Structural Basis of Resistance to Anti-Cytochrome bc1 Complex Inhibitors: Implication for Drug Improvement
Lothar Esser, Chang-An Yu and Di Xia
Affiliation: Laboratory of Cell Biology, NCI, NIH, 37 Convent Dr., Building 37, Room 2122C, Bethesda MD 20892.
The emergence of drug resistance has devastating economic and social consequences, a testimonial of which is the rise and fall
of inhibitors against the respiratory component cytochrome bc1 complex, a time tested and highly effective target for disease control. Unfortunately,
the mechanism of resistance is a multivariate problem, including primarily mutations in the gene of the cytochrome b subunit
but also activation of alternative pathways of ubiquinol oxidation and pharmacokinetic effects. There is a considerable interest in designing
new bc1 inhibitors with novel modes of binding and lower propensity to induce the development of resistance. The accumulation of
crystallographic data of bc1 complexes with and without inhibitors bound provides the structural basis for rational drug design. In particular,
the cytochrome b subunit offers two distinct active sites that can be targeted for inhibition - the quinol oxidation site and the quinone
reduction site.

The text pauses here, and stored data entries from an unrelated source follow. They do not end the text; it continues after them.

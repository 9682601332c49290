import { and, eq, type Column } from 'drizzle-orm';
import { database, type Queryable } from '../db';
import { calculations, dossiers, reports } from '../db/schema';
import { can, type Action } from './can';
import type { Membership } from './membership';
import { inReach } from './reach';

interface Kept {
	table: typeof dossiers | typeof calculations | typeof reports;
	dossierId: Column;
	reading: Action;
}

const kept = {
	dossiers: { table: dossiers, dossierId: dossiers.id, reading: 'dossier.read' },
	calculations: { table: calculations, dossierId: calculations.dossierId, reading: 'calculation.read' },
	reports: { table: reports, dossierId: reports.dossierId, reading: 'report.read' }
} as const satisfies Record<string, Kept>;

export type KindInSight = keyof typeof kept;

export function isKindInSight(name: string): name is KindInSight {
	return Object.hasOwn(kept, name);
}

/**
 * Whether somebody may know that a thing is there: it is their organisation's and within their reach. One that was put
 * away counts, since it can be brought back.
 */
export async function isInSight(
	membership: Membership,
	kind: KindInSight,
	id: string,
	db: Queryable = database()
): Promise<boolean> {
	const { table, dossierId, reading }: Kept = kept[kind];
	if (!can(membership, reading)) return false;
	const [row] = await db
		.select({ id: table.id })
		.from(table)
		.where(
			and(
				eq(table.id, id),
				eq(table.organisationId, membership.organisationId),
				inReach(membership, dossierId)
			)
		);
	return row !== undefined;
}
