import { execFileSync, spawnSync } from 'node:child_process';
import { mkdtempSync, rmSync, writeFileSync } from 'node:fs';
import { tmpdir } from 'node:os';
import { join } from 'node:path';

/** What poppler's `pdfsig` says of a file, line by line; its exit code is no verdict. */
export interface PdfsigReport {
	valid: boolean;
	trusted: boolean;
	total: boolean;
	count: number;
	text: string;
}

/** Runs `pdfsig` with an NSS database that trusts the given root and nothing else. */
export function pdfsig(pdf: Uint8Array, rootPem: string): PdfsigReport {
	const folder = mkdtempSync(join(tmpdir(), 'pdfsig-'));
	try {
		writeFileSync(join(folder, 'file.pdf'), pdf);
		writeFileSync(join(folder, 'root.pem'), rootPem);
		const nss = `sql:${folder}`;
		execFileSync('certutil', ['-N', '-d', nss, '--empty-password']);
		const add = ['-A', '-d', nss, '-n', 'root', '-t', 'C,C,C', '-i', join(folder, 'root.pem')];
		execFileSync('certutil', add);
		const run = spawnSync('pdfsig', ['-nssdir', nss, join(folder, 'file.pdf')], { encoding: 'utf8' });
		if (run.error) throw run.error;
		const text = run.stdout + run.stderr;
		return {
			valid: text.includes('Signature Validation: Signature is Valid.'),
			trusted: text.includes('Certificate Validation: Certificate is Trusted.'),
			total: text.includes('- Total document signed') && !text.includes('Not total document signed'),
			count: text.match(/^Signature #\d+:/gm)?.length ?? 0,
			text
		};
	} finally {
		rmSync(folder, { recursive: true, force: true });
	}
}
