import type { ComputeResult, Period } from '../calculation/types';
import type { Method, OutputSpec } from '../methods/types';

/**
 * The outputs as a result gives them: where a method lets the author say what the irradiance is averaged over, every
 * output averages over the same.
 */
export function outputsOf(
	method: Pick<Method, 'outputs' | 'options'>,
	result: Pick<ComputeResult, 'options'>
): OutputSpec[] {
	const chosen = method.options.some((option) => option.id === 'irradiancePeriod')
		? result.options.irradiancePeriod
		: undefined;
	return method.outputs.map((output) =>
		typeof chosen === 'string' ? { ...output, period: chosen as Period } : output
	);
}
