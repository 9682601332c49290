export {
	answerSentence,
	answerText,
	averagesSentence,
	drivers,
	driversSentence,
	inputName,
	intervalLine,
	leadingOutput,
	outputSpec,
	wordedOutputs,
	type Driver,
	type NamedMethod,
	type WordedOutput,
	type WordingOptions
} from './answer';
export { britishEnglish, type Catalogue } from './catalogue';
export { cautionLead } from './caution';
export { wordingCitations } from './citations';
export { findingSentences, type WordedFinding } from './finding';
export {
	capitalise,
	cite,
	joinPhrases,
	listed,
	plainText,
	strong,
	type Phrase,
	type PhrasePart
} from './phrase';
export {
	percent,
	presentDifference,
	presentOutput,
	presentStated,
	printedDecimals,
	probability,
	share,
	type PresentedOutput
} from './present';
export {
	differenceUnit,
	isTemperatureUnit,
	temperatureDifferenceOn,
	temperatureOn,
	type TemperatureScale
} from './temperature';
export { outputsOf } from './outputs';
export { distributionText, uncertaintyNotes } from './uncertainty';
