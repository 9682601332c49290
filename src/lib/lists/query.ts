/**
 * What a list is asked for, as it stands in the address: `?q=roof&sort=title&order=asc&page=2`. Every list reads it
 * the same way, so that a search, a sort and a page can be linked to, bookmarked and gone back to.
 */
export const pageSize = 25;
export const longestSearch = 200;

export type Order = 'asc' | 'desc';

export interface ListQuery<Column extends string = string> {
	/** The search as typed, trimmed. */
	q: string;
	sort: Column;
	order: Order;
	/** First page is 1. */
	page: number;
	/** A state to which the list is narrowed, or '' for any. */
	state: string;
}

export interface ListShape<Column extends string> {
	columns: readonly Column[];
	/** Sort and order of a list that was asked for nothing. */
	sort: Column;
	order: Order;
	states?: readonly string[];
}

/** Reads a query; what is not understood takes its default, since an old link should still show a list. */
export function readListQuery<Column extends string>(
	params: URLSearchParams,
	shape: ListShape<Column>
): ListQuery<Column> {
	const sort = shape.columns.find((column) => column === params.get('sort')) ?? shape.sort;
	const order = params.get('order');
	const page = Number(params.get('page') ?? 1);
	const state = params.get('state') ?? '';
	return {
		q: (params.get('q') ?? '').trim().slice(0, longestSearch),
		sort,
		order: order === 'asc' || order === 'desc' ? order : sort === shape.sort ? shape.order : 'asc',
		page: Number.isSafeInteger(page) && page >= 1 && page <= 1_000_000 ? page : 1,
		state: shape.states?.includes(state) ? state : ''
	};
}

/** The query as the search part of an address, with only what differs from a bare list; '' or `?...`. */
export function listSearch<Column extends string>(
	query: ListQuery<Column>,
	shape: ListShape<Column>,
	changes: Partial<ListQuery<Column>> = {}
): string {
	const next = { ...query, ...changes };
	const params = new URLSearchParams();
	if (next.q !== '') params.set('q', next.q);
	if (next.state !== '') params.set('state', next.state);
	if (next.sort !== shape.sort || next.order !== shape.order) {
		params.set('sort', next.sort);
		params.set('order', next.order);
	}
	if (next.page > 1) params.set('page', String(next.page));
	const text = params.toString();
	return text === '' ? '' : `?${text}`;
}

/** One page of a list with what it was cut from. */
export interface Listed<Row> {
	rows: Row[];
	/** Page shown: the last one where the query asked beyond the end. */
	page: number;
	pages: number;
	/** Rows that match the search. */
	matching: number;
	/** Rows without any search. */
	total: number;
}
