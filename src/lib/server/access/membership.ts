export type Role = 'owner' | 'billing' | 'author' | 'reviewer' | 'reader';

/** The organisation that a person acts in, with their roles there. Every query is scoped by `organisationId`. */
export interface Membership {
	organisationId: string;
	organisationName: string;
	userId: string;
	roles: readonly Role[];
}
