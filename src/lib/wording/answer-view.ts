import type { CalculationDraft } from '../calculation/draft';
import { primaryOutput } from '../calculation/new-draft';
import type { Caution, CautionLevel, ComputeResult } from '../calculation/types';
import type { Method, OutputSpec } from '../methods/types';
import { averagesSentence } from './answer';
import { presentOutput } from './present';

/** The running answer beside the form, as words and printed numbers; plain JSON. */
export interface AnswerView {
	/** What is averaged: "Mean over the sunlit side". */
	label: string;
	/** "An average over the sunlit hemisphere, at one instant." */
	averages: string;
	value?: string;
	/** "standard uncertainty 0.9 K" */
	spread?: string;
	/** "95 % interval 307.1 to 310.8 K" */
	interval?: string;
	others: { label: string; value: string }[];
	/** Share of the uncertainty of the answer by input id, 0 to 1. */
	shares: Record<string, number>;
	/** The gravest caution, if any, and how many there are in all. */
	caution?: Pick<Caution, 'code' | 'level' | 'text'>;
	cautions: number;
	/** Fault by field id; beside a value only those of the claim or the limit. */
	faults: Record<string, string>;
}

const gravity: Readonly<Record<CautionLevel, number>> = { stop: 2, caution: 1, note: 0 };

/** The output that a draft is about: the compared one, or the method's most direct answer. */
export function answeredOutput(draft: CalculationDraft, method: Method): OutputSpec {
	const compared =
		draft.kind === 'check-claim'
			? draft.claim?.output
			: draft.kind === 'test-limit'
				? draft.limit?.output
				: undefined;
	return method.outputs.find(({ id }) => id === compared) ?? primaryOutput(method);
}

export function emptyAnswer(
	draft: CalculationDraft,
	method: Method,
	faults: Record<string, string>
): AnswerView {
	const asked = answeredOutput(draft, method);
	return {
		label: asked.label,
		averages: averagesSentence(asked, { scale: draft.temperatureUnit }),
		others: [],
		shares: {},
		cautions: 0,
		faults
	};
}

/** A computed result as the running answer shows it. */
export function answerView(draft: CalculationDraft, method: Method, result: ComputeResult): AnswerView {
	const asked = answeredOutput(draft, method);
	const scale = draft.temperatureUnit;
	const main = result.outputs[asked.id];
	const beside = method.outputs.filter(({ id }) => id !== asked.id);
	const others = beside.flatMap((output) => {
		const computed = result.outputs[output.id];
		return computed === undefined
			? []
			: [{ label: output.label, value: presentOutput(computed, output, scale).estimate }];
	});
	// Outputs that wait for the same input are one line.
	const waiting = new Map<string, string[]>();
	for (const output of beside) {
		const missing = method.inputs.find(({ id }) => output.needs?.includes(id) === true)?.name;
		if (result.outputs[output.id] !== undefined || missing === undefined) continue;
		waiting.set(missing, [...(waiting.get(missing) ?? []), output.label]);
	}
	for (const [missing, [first = '', ...more]] of waiting) {
		others.push({
			label: more.length === 0 ? first : `${first} and ${more.length} more`,
			value: `needs the ${missing}`
		});
	}
	// That first order is a rough guide matters least beside an interval that does not rest on it.
	const weight = ({ code, level }: Caution) =>
		gravity[level] - (code === 'linear-propagation-doubtful' ? 0.5 : 0);
	const gravest = [...result.cautions].sort((a, b) => weight(b) - weight(a))[0];
	const rest = {
		label: asked.label,
		averages: averagesSentence(asked, { scale }),
		others,
		cautions: result.cautions.length,
		faults: {},
		...(gravest === undefined
			? {}
			: { caution: { code: gravest.code, level: gravest.level, text: gravest.text } })
	};
	if (main === undefined) return { ...rest, shares: {} };
	const shown = presentOutput(main, asked, scale);
	return {
		...rest,
		value: shown.estimate,
		shares: Object.fromEntries(
			Object.entries(main.sensitivity ?? {}).map(([id, entry]) => [id, entry.share])
		),
		...(shown.uncertainty === undefined ? {} : { spread: `standard uncertainty ${shown.uncertainty}` }),
		...(shown.low === undefined || shown.high === undefined
			? {}
			: { interval: `${shown.coverage ?? ''} interval ${shown.low} to ${shown.high}`.trim() })
	};
}
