import fc from 'fast-check';
import { describe, expect, it } from 'vitest';
import { computeNow } from '../calculation';
import type { ClaimFinding, ComputeRequest, LimitFinding } from '../calculation/types';
import { methodById } from '../methods';
import type { Method } from '../methods/types';
import {
	answerText,
	averagesSentence,
	driversSentence,
	findingSentences,
	outputsOf,
	outputSpec,
	plainText,
	presentOutput,
	printedDecimals,
	probability,
	share,
	uncertaintyNotes
} from '.';

function method(id: string): Method {
	const found = methodById(id);
	if (!found) throw new Error(`no method ${id}`);
	return found;
}

const sunlit = method('sunlit-equilibrium');
const orrin: ComputeRequest = {
	method: 'sunlit-equilibrium',
	inputs: {
		irradiance: { value: 531.6, unit: 'W/m^2' },
		bondAlbedo: { value: 0.05, distribution: { type: 'normal', standardUncertainty: 0.01 } },
		emissivity: { value: 0.95 }
	},
	evaluation: { trials: 20_000 }
};
const result = computeNow(orrin);

describe('printed digits', () => {
	it('keeps two digits of an uncertainty that begins with 1 or 2, else one', () => {
		expect(printedDecimals(1.66)).toBe(1);
		expect(printedDecimals(0.82)).toBe(1);
		expect(printedDecimals(2.94)).toBe(1);
		expect(printedDecimals(3.02)).toBe(0);
		expect(printedDecimals(0.96)).toBe(1);
		expect(printedDecimals(0)).toBeUndefined();
		expect(printedDecimals(undefined)).toBeUndefined();
	});

	it('prints one or two significant digits of any uncertainty, and the value to the same place', () => {
		const positive = fc.double({ min: 1e-6, max: 1e5, noNaN: true });
		fc.assert(
			fc.property(fc.double({ min: -1e5, max: 1e5, noNaN: true }), positive, (value, u) => {
				const shown = presentOutput(
					{ value, unit: 'W/m^2', standardUncertainty: u },
					{ quantity: 'irradiance' },
					'K'
				);
				const digits = (text: string) => text.replace(/\u00a0W.*$/, '').replace(/[^\d.]/g, '');
				const spread = digits(shown.uncertainty ?? '');
				const decimals = (text: string) => text.split('.')[1]?.length ?? 0;
				expect(decimals(digits(shown.estimate))).toBe(decimals(spread));
				const significant = spread.replace('.', '').replace(/^0+/, '');
				const count = decimals(spread) > 0 ? significant.length : significant.replace(/0+$/, '').length;
				expect(count).toBeGreaterThanOrEqual(1);
				expect(count).toBeLessThanOrEqual(2);
			})
		);
	});

	it('shifts a temperature by the zero of its scale, and its uncertainty not', () => {
		const output = { value: 300, unit: 'K', standardUncertainty: 1 };
		const spec = { quantity: 'temperature' } as const;
		expect(presentOutput(output, spec, 'degC')).toMatchObject({
			estimate: '26.9\u00a0°C',
			uncertainty: '1.0\u00a0K'
		});
		expect(presentOutput(output, spec, 'degF')).toMatchObject({
			estimate: '80.3\u00a0°F',
			uncertainty: '1.8\u00a0°F'
		});
		const difference = presentOutput(output, { quantity: 'temperature-difference' }, 'degC');
		expect(difference.estimate).toBe('300.0\u00a0K');
	});

	it('never prints certainty it has not', () => {
		expect(probability(1)).toBe('more than 99.9\u202f%');
		expect(probability(0)).toBe('less than 0.1\u202f%');
		expect(probability(0.884)).toBe('88\u202f%');
		expect(share(0.004)).toBe('<\u202f1\u202f%');
		expect(share(0)).toBe('0\u202f%');
	});
});

describe('the answer', () => {
	it('names the average, the estimate and the interval with its coverage', () => {
		const text = answerText(sunlit, result, 'sunlitMeanTemperature', { scale: 'degC' });
		expect(text).toMatch(
			/^The sunlit mean temperature is −24\.2\u00a0°C, with a 95\u202f% coverage interval from −25\.\d\u00a0°C to −2[23]\.\d\u00a0°C\.$/
		);
	});

	it('says in the headline where no uncertainty was worked out', () => {
		const none = computeNow({ ...orrin, evaluation: { propagation: 'none' } });
		expect(answerText(sunlit, none, 'sunlitMeanTemperature', { scale: 'K' })).toContain(
			'No uncertainty was worked out.'
		);
		const exact = computeNow({ ...orrin, inputs: { ...orrin.inputs, bondAlbedo: { value: 0.05 } } });
		expect(answerText(sunlit, exact, 'sunlitMeanTemperature', { scale: 'K' })).toContain('taken as exact');
	});

	it('says what is averaged, with the period that the author chose', () => {
		const spec = outputSpec(sunlit, 'sunlitMeanTemperature');
		expect(averagesSentence(spec, { scale: 'K' })).toContain(
			'an average over the sunlit hemisphere, at one instant'
		);
		const yearly = computeNow({ ...orrin, options: { irradiancePeriod: 'orbit' } });
		const named = { ...sunlit, outputs: outputsOf(sunlit, yearly) };
		expect(averagesSentence(outputSpec(named, 'sunlitMeanTemperature'), { scale: 'K' })).toContain(
			'over an orbit'
		);
	});

	it('names what drives the uncertainty', () => {
		expect(driversSentence(sunlit, result, 'sunlitMeanTemperature', { scale: 'K' })).toBe(
			'The Bond albedo causes 100\u202f% of the uncertainty.'
		);
	});

	it('uses no plus-minus sign, which would be read as an interval', () => {
		const notes = uncertaintyNotes(sunlit, orrin, result, 'sunlitMeanTemperature').map(plainText).join(' ');
		expect(notes).not.toMatch(/±|\+\/-/);
		expect(notes).toContain('20\u202f000 trials');
		expect(notes).toContain('“noonmark”');
		expect(notes).toContain('independent');
	});
});

describe('a finding', () => {
	const claim: ClaimFinding = {
		kind: 'claim',
		output: 'sunlitMeanTemperature',
		stated: { value: 38, unit: 'degC' },
		result: { value: -24.2, unit: 'degC', standardUncertainty: 0.8 },
		difference: 62.2,
		differenceUncertainty: 0.8,
		normalisedError: 39.7,
		verdict: 'inconsistent',
		reasons: [
			'Stated minus computed is 62.2 K.',
			'The stated number carries no uncertainty; it is taken as exact.'
		]
	};

	it('tells a difference in kelvin, with its side and score', () => {
		const { heading, reasons } = findingSentences(sunlit, claim, { scale: 'degC' });
		expect(heading).toBe('The stated 38\u00a0°C is inconsistent with the computed sunlit mean temperature.');
		const text = plainText(reasons);
		expect(text).toContain('62.2\u00a0K above the computed one');
		expect(text).toContain('normalised error is 39.70');
		expect(text).toContain('taken as exact');
	});

	it('never speaks of agreement where two things are not comparable', () => {
		const stopped = findingSentences(sunlit, { ...claim, verdict: 'not-comparable' }, { scale: 'degC' });
		const text = `${stopped.heading} ${plainText(stopped.reasons)}`;
		expect(text).toContain('cannot be compared');
		expect(text).not.toMatch(/is consistent|agree|score|normalised error/);
	});

	it('tells a limit with its rule, its source and its risk', () => {
		const finding: LimitFinding = {
			kind: 'limit',
			output: 'sunlitMeanTemperature',
			limit: { value: 260, unit: 'K', sense: 'at-most', source: 'Specification 7, clause 2.' },
			result: { value: 249, unit: 'K', standardUncertainty: 0.8 },
			rule: { type: 'guard-band', risk: 0.05 },
			guardBand: 1.3,
			acceptanceLimit: 258.7,
			probabilityOfConformity: 1,
			risk: { kind: 'consumer', probability: 0 },
			verdict: 'conforms',
			reasons: []
		};
		const { heading, reasons } = findingSentences(sunlit, finding, { scale: 'K' });
		const text = plainText(reasons);
		expect(heading).toBe('The sunlit mean temperature conforms to the limit of at most 260\u00a0K.');
		expect(text).toContain('more than 99.9\u202f%');
		expect(text).toContain('The limit comes from: Specification 7, clause 2.');
		expect(text).toContain('at most 258.7\u00a0K');
		expect(text).toContain('acceptance is wrong is less than 0.1\u202f%');
	});

	it('says on which side of the limit an undecided result lies', () => {
		const undecided = (value: number, probabilityOfConformity: number, sense: 'at-most' | 'at-least') => {
			const finding: LimitFinding = {
				kind: 'limit',
				output: 'sunlitMeanTemperature',
				limit: { value: 260, unit: 'K', sense, source: 'Specification 7, clause 2.' },
				result: { value, unit: 'K', standardUncertainty: 0.8 },
				rule: { type: 'guard-band', risk: 0.05 },
				guardBand: 1.3,
				acceptanceLimit: sense === 'at-most' ? 258.7 : 261.3,
				probabilityOfConformity,
				risk: { kind: 'producer', probability: probabilityOfConformity },
				verdict: 'undecided',
				reasons: []
			};
			return plainText(findingSentences(sunlit, finding, { scale: 'K' }).reasons);
		};
		expect(undecided(259.5, 0.73, 'at-most')).toContain('meets the limit but lies within the guard band');
		expect(undecided(260.3, 0.35, 'at-most')).toContain(
			'lies beyond the limit, but not far enough beyond it'
		);
		expect(undecided(260.3, 0.65, 'at-least')).toContain('meets the limit but lies within the guard band');
		expect(undecided(259.5, 0.27, 'at-least')).toContain(
			'accepting it would be wrong with a probability of 73\u202f% and rejecting it with one of 27\u202f%'
		);
	});
});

This review brings together available structural information of inhibited bc1 by various quinol oxidation- and reductionsite
inhibitors, the inhibitor binding modes, conformational changes upon inhibitor binding of side chains in the active site and large scale
domain movements of the iron-sulfur protein subunit. Structural data analysis provides a clear understanding of where and why existing
inhibitors fail and points towards promising alternatives.
Keywords: cyt bc1 complex, mechanism of inhibition, crystal structure, resistance, inhibitors.